+++ AVAILABLE DATA +++

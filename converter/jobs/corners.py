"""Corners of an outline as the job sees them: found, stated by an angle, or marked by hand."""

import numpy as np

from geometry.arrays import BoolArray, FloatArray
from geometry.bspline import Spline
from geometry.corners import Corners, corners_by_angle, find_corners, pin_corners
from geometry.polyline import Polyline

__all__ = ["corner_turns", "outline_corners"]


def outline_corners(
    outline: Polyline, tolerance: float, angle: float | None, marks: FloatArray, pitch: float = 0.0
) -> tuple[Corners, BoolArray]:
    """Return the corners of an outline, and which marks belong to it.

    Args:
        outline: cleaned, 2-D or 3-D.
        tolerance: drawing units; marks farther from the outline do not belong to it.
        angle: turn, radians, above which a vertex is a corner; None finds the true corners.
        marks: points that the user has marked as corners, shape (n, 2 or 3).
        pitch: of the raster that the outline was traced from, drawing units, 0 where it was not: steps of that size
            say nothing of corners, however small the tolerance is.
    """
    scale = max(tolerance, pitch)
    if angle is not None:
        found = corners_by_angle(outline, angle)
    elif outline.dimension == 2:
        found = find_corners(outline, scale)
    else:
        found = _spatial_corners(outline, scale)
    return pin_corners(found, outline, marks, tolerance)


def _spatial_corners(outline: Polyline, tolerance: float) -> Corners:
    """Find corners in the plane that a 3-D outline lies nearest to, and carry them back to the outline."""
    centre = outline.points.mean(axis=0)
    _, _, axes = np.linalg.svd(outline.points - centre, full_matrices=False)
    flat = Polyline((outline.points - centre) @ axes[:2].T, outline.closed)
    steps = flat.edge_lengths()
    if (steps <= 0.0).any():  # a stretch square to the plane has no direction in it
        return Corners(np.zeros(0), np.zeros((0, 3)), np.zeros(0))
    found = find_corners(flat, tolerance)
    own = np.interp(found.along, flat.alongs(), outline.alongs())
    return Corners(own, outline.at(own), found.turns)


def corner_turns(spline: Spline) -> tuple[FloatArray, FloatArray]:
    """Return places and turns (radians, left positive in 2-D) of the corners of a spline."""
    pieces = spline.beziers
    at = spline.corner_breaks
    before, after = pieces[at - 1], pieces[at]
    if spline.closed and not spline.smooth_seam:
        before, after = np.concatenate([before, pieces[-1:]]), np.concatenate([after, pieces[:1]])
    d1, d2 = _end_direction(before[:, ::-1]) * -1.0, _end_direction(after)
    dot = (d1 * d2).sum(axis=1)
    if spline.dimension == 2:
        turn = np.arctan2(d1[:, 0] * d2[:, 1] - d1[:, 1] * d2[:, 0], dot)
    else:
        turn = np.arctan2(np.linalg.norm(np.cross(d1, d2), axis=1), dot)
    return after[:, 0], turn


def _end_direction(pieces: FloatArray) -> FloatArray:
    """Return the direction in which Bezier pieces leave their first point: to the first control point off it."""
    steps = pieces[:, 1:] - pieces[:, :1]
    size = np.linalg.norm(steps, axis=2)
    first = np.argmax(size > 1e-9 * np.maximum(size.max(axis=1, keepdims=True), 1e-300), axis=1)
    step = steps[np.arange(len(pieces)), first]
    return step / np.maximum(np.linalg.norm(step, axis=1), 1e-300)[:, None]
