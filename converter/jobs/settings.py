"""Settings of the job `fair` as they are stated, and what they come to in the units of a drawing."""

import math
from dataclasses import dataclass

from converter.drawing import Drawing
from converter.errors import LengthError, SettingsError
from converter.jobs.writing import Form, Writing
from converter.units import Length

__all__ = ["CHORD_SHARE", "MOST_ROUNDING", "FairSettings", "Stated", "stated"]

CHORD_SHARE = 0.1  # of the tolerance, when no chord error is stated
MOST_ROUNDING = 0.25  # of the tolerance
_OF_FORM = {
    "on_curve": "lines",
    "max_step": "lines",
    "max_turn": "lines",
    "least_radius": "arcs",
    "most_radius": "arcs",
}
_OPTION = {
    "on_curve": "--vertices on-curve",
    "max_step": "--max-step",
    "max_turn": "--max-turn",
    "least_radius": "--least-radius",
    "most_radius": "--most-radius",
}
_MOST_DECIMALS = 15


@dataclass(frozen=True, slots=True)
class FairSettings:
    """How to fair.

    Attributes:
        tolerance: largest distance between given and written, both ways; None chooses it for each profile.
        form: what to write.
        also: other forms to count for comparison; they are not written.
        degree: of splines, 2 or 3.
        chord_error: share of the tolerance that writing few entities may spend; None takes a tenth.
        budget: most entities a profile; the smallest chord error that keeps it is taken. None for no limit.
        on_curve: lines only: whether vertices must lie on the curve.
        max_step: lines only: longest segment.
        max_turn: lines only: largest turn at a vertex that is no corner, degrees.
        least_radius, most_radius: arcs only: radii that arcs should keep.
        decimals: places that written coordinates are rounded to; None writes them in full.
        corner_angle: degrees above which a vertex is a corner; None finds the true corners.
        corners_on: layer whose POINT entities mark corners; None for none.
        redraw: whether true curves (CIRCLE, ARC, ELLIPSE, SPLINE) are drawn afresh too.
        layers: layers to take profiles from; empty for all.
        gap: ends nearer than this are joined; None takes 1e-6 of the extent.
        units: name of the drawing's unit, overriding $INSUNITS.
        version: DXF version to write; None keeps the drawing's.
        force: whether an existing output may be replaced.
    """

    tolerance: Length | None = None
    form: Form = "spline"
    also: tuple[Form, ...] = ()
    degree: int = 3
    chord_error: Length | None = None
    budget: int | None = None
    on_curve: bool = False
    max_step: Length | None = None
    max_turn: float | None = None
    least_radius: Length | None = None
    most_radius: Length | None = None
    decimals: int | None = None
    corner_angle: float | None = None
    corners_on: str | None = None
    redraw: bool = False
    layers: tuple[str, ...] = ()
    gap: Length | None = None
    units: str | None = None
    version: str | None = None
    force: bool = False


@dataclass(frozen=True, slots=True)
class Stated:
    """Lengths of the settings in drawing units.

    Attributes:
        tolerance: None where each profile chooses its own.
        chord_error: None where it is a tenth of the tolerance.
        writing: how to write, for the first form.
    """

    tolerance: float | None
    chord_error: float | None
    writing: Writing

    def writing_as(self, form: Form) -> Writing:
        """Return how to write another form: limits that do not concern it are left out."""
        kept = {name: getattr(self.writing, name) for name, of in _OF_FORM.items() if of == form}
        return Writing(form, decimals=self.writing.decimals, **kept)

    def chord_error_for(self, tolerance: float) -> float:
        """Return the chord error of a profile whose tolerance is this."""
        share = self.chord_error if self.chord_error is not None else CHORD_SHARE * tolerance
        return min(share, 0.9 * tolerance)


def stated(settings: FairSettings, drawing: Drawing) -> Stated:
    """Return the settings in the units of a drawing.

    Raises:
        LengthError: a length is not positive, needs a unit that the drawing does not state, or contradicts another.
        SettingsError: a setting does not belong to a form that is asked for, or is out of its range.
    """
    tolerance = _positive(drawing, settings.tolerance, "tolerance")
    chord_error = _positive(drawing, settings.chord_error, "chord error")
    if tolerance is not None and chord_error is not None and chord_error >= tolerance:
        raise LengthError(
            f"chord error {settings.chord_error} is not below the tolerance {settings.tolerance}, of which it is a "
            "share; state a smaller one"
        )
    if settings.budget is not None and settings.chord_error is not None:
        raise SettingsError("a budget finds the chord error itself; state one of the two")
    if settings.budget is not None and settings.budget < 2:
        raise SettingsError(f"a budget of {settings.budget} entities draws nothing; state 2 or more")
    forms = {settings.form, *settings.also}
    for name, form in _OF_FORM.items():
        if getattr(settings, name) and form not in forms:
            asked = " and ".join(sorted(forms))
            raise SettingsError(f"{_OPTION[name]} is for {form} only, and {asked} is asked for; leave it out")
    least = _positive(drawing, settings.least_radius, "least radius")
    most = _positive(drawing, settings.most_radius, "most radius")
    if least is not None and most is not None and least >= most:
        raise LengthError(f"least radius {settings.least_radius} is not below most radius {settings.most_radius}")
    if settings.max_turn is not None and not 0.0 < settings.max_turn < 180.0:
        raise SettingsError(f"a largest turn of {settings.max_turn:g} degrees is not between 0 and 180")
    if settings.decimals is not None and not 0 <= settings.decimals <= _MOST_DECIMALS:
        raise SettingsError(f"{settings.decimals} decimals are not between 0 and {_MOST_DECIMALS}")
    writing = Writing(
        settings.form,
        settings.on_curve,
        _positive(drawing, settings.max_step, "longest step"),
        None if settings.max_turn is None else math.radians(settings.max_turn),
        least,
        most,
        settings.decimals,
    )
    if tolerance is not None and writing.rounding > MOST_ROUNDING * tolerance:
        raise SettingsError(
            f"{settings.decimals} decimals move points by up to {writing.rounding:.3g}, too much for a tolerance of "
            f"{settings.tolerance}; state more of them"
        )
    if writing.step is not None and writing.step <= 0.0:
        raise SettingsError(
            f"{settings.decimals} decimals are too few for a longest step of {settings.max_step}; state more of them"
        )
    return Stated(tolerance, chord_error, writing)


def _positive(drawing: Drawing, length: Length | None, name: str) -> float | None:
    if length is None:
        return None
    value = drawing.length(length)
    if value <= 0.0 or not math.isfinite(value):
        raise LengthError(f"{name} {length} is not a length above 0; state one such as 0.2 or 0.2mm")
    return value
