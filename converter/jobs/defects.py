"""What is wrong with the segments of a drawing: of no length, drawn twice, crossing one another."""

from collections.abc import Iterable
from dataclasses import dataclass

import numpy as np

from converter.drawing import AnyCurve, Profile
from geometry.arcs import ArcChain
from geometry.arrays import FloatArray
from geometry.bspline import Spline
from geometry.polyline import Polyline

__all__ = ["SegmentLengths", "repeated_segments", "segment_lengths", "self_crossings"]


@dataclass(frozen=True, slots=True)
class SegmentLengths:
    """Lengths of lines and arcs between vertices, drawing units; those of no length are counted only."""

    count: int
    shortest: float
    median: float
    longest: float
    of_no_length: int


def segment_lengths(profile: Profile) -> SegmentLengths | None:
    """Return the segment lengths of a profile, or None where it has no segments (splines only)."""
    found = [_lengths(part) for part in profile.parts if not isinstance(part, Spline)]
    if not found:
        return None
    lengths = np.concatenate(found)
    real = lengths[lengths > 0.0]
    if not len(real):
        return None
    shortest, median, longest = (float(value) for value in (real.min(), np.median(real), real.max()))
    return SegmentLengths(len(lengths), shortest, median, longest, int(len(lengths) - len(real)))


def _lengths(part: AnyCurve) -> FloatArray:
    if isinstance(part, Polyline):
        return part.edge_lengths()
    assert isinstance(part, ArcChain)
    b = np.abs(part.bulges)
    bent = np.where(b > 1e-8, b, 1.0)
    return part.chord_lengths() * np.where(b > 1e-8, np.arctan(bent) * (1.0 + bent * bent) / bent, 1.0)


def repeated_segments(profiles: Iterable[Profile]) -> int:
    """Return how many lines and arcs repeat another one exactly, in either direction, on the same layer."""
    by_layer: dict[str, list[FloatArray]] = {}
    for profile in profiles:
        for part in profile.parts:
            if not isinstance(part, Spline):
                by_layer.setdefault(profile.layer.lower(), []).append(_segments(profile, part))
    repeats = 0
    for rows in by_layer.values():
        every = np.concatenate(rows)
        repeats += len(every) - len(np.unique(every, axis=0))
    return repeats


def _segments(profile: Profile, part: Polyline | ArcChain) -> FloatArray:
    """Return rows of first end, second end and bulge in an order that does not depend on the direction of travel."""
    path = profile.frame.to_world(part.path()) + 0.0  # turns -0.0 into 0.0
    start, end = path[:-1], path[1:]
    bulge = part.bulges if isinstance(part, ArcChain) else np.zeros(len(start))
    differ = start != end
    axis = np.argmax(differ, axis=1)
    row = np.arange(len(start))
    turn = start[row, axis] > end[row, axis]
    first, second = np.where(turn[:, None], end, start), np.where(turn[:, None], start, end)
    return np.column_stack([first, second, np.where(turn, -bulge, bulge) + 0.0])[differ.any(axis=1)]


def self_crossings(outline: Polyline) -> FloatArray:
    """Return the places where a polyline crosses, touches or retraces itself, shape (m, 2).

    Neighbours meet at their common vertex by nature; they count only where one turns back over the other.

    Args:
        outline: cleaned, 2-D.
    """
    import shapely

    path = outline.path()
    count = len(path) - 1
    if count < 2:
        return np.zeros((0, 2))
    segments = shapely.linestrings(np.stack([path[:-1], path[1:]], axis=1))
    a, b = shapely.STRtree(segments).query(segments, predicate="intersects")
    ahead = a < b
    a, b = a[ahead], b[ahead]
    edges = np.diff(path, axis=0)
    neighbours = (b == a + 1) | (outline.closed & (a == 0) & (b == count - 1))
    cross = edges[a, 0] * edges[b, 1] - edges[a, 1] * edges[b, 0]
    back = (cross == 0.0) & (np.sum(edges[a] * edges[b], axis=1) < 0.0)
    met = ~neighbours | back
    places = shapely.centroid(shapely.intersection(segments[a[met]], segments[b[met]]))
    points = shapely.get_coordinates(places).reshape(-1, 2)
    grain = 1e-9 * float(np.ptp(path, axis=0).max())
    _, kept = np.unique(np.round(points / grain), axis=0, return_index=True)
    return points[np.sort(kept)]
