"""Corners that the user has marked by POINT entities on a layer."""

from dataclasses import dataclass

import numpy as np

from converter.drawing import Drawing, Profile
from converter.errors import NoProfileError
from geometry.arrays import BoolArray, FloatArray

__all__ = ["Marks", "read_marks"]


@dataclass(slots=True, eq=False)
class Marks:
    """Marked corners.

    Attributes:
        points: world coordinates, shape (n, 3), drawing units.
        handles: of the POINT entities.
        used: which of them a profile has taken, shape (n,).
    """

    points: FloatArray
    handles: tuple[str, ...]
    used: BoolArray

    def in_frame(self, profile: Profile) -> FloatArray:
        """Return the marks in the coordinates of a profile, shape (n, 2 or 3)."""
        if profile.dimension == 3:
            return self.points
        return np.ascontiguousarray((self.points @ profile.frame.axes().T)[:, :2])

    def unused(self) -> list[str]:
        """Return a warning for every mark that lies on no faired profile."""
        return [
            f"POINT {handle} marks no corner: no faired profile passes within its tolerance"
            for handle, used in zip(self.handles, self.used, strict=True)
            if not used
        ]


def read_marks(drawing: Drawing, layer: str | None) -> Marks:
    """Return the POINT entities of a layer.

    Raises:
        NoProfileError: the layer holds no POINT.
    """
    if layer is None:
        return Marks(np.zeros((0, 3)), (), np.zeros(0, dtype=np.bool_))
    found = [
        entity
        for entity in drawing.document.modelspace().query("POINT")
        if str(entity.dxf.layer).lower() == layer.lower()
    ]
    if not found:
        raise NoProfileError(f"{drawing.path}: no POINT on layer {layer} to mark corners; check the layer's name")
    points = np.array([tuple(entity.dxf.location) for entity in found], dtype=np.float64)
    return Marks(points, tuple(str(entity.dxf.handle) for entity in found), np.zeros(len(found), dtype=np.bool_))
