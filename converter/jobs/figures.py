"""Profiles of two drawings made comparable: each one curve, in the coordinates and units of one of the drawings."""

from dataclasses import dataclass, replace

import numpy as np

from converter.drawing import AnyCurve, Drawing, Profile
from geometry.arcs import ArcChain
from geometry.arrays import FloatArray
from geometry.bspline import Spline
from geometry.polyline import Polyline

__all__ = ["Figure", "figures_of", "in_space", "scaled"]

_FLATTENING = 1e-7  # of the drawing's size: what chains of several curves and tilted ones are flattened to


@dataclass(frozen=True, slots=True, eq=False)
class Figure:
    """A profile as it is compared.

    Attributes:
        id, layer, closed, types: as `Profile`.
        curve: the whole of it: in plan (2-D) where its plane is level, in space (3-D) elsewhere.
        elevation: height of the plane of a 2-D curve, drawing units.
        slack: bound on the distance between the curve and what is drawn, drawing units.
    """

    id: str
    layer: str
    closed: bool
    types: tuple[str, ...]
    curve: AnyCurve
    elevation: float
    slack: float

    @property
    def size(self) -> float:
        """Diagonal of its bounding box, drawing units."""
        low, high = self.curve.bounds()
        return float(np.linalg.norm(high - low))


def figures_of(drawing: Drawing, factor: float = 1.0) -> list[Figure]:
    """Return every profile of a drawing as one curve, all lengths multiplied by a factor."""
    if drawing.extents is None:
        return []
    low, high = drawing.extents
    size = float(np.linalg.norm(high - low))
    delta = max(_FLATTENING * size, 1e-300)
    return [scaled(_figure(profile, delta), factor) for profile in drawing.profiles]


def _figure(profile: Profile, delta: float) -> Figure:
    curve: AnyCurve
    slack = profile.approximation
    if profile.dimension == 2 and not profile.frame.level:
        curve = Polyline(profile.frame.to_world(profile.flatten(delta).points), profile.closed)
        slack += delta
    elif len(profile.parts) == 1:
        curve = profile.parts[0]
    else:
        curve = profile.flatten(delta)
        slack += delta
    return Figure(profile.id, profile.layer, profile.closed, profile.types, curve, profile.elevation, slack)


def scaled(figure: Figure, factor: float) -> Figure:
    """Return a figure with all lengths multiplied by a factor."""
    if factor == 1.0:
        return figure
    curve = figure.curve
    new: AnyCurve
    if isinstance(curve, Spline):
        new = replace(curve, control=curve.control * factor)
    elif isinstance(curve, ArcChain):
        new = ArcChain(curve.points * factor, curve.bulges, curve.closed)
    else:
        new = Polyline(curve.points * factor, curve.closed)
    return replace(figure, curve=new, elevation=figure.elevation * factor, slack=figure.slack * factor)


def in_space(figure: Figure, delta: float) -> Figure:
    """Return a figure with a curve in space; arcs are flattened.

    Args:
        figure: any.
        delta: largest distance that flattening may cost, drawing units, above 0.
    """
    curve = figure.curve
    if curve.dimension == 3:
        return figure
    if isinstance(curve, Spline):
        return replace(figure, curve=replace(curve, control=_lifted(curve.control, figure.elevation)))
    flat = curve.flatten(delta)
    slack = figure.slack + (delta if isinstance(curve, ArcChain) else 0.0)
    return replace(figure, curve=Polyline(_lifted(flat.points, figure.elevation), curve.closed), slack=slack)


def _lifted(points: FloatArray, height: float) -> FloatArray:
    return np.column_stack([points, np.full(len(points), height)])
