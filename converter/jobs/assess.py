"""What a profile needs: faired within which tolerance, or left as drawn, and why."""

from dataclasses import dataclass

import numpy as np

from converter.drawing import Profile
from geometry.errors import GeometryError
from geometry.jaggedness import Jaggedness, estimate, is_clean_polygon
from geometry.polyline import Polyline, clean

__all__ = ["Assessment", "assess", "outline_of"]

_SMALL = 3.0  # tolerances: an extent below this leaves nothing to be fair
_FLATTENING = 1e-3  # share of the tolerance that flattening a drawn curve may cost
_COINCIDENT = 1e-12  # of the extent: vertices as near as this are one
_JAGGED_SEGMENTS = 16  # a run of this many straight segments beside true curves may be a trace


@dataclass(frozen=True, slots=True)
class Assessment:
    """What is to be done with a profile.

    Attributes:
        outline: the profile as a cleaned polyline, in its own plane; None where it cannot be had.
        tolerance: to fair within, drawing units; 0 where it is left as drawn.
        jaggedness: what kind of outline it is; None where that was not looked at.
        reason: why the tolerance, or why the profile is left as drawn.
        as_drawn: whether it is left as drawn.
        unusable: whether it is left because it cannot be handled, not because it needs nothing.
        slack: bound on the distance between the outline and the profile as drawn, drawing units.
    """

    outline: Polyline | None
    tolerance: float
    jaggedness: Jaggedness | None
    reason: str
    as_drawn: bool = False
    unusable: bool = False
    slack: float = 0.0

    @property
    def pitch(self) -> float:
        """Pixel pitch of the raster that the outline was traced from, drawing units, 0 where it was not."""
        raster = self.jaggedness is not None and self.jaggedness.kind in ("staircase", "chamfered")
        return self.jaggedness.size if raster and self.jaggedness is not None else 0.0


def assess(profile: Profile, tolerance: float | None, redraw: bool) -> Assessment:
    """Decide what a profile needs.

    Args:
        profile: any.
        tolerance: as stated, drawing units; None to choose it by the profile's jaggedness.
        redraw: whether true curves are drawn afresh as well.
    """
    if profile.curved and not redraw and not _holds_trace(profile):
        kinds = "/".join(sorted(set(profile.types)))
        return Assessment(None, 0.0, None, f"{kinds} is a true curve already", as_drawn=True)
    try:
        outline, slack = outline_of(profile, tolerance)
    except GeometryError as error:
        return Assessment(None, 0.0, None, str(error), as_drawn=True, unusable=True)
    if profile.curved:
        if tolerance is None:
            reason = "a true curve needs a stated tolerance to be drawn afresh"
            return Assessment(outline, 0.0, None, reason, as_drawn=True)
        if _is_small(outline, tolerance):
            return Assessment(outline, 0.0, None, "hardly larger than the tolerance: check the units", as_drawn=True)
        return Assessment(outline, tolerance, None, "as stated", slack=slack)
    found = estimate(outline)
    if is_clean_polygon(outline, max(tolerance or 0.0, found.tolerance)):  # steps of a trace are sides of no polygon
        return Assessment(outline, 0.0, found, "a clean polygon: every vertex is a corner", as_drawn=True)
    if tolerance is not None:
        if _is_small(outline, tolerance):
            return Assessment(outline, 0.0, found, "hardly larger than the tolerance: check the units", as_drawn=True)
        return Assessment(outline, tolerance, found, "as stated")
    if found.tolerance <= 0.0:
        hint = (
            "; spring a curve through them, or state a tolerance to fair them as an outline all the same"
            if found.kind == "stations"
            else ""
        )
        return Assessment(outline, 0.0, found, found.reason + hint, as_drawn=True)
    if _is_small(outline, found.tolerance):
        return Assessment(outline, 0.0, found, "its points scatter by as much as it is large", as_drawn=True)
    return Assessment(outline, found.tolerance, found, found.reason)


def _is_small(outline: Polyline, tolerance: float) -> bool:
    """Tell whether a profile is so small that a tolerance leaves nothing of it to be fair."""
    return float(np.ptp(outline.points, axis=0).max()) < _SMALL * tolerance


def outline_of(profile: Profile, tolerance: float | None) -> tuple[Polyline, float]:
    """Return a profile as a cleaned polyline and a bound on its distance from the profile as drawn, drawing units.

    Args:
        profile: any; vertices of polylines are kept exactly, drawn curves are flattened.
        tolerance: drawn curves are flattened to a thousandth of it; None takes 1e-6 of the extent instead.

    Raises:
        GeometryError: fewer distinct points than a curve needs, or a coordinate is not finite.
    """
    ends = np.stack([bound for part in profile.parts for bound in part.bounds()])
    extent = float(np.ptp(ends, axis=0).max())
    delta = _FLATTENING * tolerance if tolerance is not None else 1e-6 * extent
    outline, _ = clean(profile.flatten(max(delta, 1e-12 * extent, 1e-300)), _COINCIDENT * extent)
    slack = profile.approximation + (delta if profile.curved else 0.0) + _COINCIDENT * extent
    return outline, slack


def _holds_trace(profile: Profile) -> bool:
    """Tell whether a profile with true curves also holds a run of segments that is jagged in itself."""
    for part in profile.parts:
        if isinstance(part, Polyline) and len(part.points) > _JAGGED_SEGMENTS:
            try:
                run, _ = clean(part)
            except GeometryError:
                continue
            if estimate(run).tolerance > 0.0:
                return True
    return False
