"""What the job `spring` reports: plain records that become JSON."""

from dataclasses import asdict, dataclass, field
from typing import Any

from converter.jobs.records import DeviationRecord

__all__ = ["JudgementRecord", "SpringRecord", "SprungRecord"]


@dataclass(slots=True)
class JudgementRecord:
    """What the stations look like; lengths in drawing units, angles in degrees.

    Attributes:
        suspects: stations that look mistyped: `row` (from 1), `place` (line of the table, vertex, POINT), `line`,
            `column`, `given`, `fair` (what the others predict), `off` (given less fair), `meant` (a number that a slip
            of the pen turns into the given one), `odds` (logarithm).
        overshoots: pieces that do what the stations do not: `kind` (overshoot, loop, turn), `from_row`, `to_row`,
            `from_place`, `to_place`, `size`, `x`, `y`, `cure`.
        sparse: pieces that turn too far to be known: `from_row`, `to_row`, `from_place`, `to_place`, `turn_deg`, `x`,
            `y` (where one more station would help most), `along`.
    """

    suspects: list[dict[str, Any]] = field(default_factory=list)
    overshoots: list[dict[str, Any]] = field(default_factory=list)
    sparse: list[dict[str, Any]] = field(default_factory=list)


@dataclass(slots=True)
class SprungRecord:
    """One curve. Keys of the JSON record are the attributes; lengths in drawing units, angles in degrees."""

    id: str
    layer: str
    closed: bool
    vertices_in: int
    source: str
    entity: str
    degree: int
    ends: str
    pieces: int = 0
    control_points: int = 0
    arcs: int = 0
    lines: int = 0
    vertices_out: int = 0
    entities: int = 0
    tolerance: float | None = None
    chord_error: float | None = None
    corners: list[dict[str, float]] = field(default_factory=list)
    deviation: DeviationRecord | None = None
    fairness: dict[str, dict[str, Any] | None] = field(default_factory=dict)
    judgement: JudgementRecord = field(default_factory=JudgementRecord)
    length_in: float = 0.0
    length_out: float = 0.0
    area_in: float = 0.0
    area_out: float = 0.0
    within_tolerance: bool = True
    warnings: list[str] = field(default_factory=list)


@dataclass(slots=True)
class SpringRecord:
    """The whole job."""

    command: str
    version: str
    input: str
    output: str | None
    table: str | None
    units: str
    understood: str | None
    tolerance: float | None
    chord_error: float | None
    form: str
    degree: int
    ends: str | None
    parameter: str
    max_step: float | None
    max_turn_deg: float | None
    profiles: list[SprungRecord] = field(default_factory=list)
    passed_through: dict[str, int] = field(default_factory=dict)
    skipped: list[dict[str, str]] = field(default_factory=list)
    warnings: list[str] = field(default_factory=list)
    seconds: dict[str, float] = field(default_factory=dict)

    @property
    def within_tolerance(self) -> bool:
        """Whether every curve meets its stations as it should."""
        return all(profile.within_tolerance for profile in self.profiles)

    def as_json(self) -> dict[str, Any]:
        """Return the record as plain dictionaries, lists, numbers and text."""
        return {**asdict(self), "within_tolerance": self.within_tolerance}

+++

TASK REQUIREMENTS> Copy out precisely the lines from the line with "points = np.array([tuple(entity.dxf.location)" to the line with "filename converter/jobs/figures.py" in the material above, including those two lines and omitting all the rest.

FINISHED TASK>
    points = np.array([tuple(entity.dxf.location) for entity in found], dtype=np.float64)
    return Marks(points, tuple(str(entity.dxf.handle) for entity in found), np.zeros(len(found), dtype=np.bool_))
filename converter/jobs/figures.py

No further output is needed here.